# Problem statement:
From the line below that contains "Yamamoto, 2014): two" to the line that contains "r = llt.matrixU();", repeat every line exactly, both ends included, and nothing else.

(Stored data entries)
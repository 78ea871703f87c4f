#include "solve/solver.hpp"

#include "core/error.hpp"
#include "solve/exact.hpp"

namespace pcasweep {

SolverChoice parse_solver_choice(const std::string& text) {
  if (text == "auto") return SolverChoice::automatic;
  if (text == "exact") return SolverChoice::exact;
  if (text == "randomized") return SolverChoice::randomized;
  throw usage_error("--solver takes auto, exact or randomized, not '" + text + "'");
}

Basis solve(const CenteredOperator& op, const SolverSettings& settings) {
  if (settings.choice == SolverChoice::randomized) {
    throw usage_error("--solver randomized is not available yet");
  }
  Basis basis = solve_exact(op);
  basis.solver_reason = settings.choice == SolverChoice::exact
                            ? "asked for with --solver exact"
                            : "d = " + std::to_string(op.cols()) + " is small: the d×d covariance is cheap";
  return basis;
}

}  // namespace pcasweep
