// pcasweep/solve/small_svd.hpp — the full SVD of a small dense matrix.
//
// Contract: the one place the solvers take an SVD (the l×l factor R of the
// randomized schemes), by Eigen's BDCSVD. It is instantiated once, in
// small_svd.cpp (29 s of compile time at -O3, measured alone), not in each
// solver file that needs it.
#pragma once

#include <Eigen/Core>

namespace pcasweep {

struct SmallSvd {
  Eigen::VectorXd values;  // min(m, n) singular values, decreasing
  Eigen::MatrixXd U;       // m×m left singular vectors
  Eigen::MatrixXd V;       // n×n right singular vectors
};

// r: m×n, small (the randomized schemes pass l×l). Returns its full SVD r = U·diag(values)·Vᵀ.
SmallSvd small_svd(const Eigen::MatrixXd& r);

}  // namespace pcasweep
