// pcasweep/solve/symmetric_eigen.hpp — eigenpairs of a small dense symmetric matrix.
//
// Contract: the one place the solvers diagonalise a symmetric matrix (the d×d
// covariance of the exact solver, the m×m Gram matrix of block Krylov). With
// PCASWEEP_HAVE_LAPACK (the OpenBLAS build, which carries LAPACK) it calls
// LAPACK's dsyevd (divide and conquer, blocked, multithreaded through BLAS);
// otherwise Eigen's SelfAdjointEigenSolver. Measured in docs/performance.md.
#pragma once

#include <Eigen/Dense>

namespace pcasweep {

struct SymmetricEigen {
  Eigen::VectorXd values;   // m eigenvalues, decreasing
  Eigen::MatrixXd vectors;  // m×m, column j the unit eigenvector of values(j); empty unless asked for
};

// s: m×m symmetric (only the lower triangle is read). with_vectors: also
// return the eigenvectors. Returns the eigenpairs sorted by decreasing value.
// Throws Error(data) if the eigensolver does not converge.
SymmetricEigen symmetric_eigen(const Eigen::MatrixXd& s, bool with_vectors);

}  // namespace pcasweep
...
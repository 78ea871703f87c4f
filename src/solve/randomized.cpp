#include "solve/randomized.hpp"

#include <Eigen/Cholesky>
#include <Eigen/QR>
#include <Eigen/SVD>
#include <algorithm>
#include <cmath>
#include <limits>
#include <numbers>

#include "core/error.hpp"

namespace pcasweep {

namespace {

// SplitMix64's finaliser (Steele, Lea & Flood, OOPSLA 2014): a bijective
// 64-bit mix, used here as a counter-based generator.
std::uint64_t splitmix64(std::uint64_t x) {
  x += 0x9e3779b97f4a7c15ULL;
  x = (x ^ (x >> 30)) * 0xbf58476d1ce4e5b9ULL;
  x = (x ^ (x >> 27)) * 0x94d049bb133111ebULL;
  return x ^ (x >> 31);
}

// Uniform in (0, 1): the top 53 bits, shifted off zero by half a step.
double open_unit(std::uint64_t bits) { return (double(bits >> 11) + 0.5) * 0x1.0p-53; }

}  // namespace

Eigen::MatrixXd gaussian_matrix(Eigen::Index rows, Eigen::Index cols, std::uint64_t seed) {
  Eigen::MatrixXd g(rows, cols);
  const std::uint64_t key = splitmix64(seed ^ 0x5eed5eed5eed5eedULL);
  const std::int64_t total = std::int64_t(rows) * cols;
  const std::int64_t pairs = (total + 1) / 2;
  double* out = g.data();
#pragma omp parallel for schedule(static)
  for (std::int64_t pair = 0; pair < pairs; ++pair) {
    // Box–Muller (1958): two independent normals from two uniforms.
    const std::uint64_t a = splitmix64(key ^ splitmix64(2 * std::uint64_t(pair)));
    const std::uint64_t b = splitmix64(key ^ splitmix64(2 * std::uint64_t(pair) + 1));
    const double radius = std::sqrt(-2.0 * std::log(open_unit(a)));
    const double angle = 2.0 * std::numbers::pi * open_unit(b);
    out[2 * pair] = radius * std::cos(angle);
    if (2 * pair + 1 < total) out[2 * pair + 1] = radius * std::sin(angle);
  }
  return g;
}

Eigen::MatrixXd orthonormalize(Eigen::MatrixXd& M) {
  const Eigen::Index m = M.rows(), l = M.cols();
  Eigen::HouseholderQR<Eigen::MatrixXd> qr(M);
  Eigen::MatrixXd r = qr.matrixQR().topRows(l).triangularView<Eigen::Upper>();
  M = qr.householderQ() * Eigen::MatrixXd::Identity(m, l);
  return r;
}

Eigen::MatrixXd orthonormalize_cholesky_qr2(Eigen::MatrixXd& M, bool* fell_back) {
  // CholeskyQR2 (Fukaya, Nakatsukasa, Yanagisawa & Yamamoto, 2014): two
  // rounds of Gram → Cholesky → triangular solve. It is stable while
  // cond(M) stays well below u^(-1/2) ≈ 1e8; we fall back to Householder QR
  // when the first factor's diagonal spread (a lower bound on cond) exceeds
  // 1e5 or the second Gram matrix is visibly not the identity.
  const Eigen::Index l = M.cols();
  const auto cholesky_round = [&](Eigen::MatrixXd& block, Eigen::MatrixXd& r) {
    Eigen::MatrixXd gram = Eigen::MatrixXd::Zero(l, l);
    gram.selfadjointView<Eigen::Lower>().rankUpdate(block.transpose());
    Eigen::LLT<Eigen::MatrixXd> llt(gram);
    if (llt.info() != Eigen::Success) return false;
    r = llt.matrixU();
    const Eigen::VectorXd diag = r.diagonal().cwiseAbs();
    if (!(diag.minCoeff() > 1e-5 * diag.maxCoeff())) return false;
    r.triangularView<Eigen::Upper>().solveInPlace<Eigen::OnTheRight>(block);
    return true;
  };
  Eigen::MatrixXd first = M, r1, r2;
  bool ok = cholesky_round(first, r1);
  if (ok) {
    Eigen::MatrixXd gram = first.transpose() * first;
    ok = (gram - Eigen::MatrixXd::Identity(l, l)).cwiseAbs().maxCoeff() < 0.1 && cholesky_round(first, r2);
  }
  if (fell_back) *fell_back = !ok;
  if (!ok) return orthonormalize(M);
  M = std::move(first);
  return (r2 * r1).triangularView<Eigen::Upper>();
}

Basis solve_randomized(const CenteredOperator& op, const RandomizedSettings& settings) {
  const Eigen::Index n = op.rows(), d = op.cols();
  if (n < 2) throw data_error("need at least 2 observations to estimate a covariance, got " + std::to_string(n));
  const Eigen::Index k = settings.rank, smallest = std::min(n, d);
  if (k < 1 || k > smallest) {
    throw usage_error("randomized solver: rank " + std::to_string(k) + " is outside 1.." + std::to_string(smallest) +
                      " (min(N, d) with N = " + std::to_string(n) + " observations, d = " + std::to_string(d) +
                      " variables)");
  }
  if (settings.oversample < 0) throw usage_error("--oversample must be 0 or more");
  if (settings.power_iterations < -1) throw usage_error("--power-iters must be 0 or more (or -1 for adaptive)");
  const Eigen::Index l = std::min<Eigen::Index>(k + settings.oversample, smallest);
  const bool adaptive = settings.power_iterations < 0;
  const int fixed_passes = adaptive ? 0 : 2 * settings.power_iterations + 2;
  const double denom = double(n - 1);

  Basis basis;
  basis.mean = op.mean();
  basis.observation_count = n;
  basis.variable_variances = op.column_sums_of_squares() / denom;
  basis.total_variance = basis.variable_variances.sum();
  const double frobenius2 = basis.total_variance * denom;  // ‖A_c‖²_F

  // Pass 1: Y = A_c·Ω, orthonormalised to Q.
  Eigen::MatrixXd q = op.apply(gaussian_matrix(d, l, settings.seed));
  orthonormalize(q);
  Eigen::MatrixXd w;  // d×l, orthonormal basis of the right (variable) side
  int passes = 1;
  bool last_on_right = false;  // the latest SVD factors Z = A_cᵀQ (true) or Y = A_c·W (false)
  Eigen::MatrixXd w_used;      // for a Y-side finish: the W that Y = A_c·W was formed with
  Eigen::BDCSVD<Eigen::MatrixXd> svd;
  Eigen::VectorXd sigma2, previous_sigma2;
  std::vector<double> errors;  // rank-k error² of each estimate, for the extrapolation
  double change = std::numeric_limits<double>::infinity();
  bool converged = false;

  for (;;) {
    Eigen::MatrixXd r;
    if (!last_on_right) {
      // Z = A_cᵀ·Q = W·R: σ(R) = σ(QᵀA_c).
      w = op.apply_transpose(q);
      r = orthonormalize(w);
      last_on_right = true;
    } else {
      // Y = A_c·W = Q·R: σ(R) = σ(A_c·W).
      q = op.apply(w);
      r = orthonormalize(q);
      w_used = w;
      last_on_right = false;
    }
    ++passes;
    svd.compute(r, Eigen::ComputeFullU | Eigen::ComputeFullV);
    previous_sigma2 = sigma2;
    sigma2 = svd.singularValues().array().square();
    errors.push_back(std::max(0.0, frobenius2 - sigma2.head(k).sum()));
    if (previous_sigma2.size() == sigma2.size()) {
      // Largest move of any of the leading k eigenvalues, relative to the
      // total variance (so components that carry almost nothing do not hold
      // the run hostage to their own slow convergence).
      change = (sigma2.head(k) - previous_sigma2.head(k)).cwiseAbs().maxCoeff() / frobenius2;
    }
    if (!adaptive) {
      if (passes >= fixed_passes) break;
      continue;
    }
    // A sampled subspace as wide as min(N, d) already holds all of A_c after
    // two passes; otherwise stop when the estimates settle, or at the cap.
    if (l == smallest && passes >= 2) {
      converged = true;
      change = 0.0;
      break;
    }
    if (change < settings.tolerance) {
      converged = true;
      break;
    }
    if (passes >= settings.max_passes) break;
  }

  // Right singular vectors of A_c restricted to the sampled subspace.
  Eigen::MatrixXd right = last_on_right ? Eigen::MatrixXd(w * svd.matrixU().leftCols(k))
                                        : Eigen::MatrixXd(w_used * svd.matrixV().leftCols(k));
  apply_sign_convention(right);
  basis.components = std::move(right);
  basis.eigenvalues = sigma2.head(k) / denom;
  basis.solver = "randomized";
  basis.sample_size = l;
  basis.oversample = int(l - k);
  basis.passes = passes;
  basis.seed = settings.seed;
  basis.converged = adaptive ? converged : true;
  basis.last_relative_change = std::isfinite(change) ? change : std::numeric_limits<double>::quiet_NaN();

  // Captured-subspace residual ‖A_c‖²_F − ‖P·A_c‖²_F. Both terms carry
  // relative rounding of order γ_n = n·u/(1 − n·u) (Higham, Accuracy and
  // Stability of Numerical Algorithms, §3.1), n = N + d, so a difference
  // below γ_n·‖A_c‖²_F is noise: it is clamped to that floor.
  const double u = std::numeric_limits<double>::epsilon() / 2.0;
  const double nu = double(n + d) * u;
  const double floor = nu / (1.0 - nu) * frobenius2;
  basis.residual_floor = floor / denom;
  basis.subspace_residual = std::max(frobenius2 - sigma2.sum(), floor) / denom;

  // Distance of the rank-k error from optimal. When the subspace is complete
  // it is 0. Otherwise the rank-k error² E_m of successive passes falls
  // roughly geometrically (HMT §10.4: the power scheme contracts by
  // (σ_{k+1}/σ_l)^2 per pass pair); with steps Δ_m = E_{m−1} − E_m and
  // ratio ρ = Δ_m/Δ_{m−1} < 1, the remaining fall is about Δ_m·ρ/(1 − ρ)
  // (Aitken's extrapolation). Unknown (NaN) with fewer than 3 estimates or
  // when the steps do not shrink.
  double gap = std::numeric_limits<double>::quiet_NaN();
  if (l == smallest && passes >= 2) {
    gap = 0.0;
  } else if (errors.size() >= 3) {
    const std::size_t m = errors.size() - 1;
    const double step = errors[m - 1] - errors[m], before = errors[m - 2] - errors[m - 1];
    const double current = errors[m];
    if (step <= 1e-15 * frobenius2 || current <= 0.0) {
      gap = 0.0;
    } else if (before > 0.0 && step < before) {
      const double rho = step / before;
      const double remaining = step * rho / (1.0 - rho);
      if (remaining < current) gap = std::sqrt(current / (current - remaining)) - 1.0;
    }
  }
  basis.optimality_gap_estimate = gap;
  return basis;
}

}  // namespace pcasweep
...
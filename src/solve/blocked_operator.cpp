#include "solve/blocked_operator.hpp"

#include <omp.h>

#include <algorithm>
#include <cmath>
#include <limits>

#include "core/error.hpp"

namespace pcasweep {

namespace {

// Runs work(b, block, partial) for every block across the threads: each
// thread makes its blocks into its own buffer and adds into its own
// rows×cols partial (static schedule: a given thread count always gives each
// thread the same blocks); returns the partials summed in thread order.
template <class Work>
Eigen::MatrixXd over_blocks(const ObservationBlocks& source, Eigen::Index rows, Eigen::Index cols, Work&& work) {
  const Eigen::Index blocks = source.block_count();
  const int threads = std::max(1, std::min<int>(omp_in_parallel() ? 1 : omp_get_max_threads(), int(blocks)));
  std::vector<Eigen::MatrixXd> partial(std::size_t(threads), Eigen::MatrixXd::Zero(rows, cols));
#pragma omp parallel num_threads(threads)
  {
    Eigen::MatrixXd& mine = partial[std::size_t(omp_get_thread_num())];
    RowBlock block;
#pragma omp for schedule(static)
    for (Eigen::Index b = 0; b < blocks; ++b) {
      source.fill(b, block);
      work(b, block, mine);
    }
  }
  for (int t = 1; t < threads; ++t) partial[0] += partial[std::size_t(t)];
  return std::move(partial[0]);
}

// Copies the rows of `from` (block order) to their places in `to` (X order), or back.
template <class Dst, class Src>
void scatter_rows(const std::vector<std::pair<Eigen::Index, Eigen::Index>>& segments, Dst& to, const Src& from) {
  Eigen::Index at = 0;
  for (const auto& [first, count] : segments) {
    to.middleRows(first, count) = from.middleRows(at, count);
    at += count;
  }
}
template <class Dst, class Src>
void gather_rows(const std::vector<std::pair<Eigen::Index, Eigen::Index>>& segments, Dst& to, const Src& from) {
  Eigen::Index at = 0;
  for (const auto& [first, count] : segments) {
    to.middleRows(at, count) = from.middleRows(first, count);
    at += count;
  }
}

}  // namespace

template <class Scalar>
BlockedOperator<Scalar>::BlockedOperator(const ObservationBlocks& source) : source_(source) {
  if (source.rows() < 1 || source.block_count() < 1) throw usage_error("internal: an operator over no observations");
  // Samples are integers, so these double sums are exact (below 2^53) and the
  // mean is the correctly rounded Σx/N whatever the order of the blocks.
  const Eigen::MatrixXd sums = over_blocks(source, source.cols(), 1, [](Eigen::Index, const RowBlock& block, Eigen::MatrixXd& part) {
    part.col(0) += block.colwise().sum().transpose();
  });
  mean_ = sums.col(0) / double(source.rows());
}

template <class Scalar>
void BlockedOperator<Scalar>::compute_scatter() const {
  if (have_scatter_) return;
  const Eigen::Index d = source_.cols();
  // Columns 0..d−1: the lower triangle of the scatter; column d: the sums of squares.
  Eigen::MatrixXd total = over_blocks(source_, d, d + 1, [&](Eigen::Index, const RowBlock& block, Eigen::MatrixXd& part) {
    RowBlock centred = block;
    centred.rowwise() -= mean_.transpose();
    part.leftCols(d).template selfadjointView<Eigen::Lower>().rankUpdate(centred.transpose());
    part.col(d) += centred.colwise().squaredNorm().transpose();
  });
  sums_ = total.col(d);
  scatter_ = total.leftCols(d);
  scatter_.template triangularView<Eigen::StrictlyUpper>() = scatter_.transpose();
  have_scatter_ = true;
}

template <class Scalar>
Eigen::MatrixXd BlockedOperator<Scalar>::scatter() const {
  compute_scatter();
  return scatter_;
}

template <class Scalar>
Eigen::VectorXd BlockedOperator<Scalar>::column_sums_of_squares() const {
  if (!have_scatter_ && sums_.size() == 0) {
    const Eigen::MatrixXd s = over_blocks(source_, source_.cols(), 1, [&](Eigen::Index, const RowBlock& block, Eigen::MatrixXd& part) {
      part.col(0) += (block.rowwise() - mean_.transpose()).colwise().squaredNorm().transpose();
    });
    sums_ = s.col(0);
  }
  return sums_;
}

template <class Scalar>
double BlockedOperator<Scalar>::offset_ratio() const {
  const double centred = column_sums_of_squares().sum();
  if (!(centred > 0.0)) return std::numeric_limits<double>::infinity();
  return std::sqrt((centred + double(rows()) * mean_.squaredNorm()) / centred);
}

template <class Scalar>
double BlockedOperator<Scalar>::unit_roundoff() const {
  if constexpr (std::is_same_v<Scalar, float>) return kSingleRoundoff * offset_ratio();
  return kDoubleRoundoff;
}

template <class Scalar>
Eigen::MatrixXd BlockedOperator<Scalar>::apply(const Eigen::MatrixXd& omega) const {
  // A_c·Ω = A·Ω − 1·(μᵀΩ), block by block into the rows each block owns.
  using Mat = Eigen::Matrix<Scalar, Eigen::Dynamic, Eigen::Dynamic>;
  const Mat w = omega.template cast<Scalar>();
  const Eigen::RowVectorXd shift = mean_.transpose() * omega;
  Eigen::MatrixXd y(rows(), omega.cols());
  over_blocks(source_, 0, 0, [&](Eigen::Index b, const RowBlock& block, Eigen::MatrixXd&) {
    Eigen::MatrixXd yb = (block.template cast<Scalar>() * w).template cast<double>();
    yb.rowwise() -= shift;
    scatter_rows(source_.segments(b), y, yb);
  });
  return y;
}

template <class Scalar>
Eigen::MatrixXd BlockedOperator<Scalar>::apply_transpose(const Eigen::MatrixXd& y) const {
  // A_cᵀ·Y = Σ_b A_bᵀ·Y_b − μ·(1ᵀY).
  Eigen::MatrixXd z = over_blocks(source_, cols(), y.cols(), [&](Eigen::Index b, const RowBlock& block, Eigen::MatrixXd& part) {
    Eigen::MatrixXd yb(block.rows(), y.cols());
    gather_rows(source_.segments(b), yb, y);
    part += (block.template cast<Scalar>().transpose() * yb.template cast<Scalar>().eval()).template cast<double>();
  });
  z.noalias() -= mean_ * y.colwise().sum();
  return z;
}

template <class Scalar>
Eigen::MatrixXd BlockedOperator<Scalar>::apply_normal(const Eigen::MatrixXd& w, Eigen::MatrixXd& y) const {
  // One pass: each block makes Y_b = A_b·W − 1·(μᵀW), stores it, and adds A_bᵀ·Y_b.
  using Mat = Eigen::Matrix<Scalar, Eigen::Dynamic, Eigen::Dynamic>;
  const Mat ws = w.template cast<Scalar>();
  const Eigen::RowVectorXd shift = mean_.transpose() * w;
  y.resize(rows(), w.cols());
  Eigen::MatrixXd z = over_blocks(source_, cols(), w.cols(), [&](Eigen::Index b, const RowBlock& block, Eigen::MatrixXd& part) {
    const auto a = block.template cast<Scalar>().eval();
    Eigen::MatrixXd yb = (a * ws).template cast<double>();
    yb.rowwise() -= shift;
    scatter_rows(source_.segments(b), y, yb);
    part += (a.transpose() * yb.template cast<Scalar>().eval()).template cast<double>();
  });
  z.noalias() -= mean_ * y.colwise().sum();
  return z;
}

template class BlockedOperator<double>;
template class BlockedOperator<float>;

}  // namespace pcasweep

# Problem solution:
  // CholeskyQR2 (Fukaya, Nakatsukasa, Yanagisawa & Yamamoto, 2014): two
  // rounds of Gram → Cholesky → triangular solve. It is stable while
  // cond(M) stays well below u^(-1/2) ≈ 1e8; we fall back to Householder QR
  // when the first factor's diagonal spread (a lower bound on cond) exceeds
  // 1e5 or the second Gram matrix is visibly not the identity.
  const Eigen::Index l = M.cols();
  const auto cholesky_round = [&](Eigen::MatrixXd& block, Eigen::MatrixXd& r) {
    Eigen::MatrixXd gram = Eigen::MatrixXd::Zero(l, l);
    gram.selfadjointView<Eigen::Lower>().rankUpdate(block.transpose());
    Eigen::LLT<Eigen::MatrixXd> llt(gram);
    if (llt.info() != Eigen::Success) return false;
    r = llt.matrixU();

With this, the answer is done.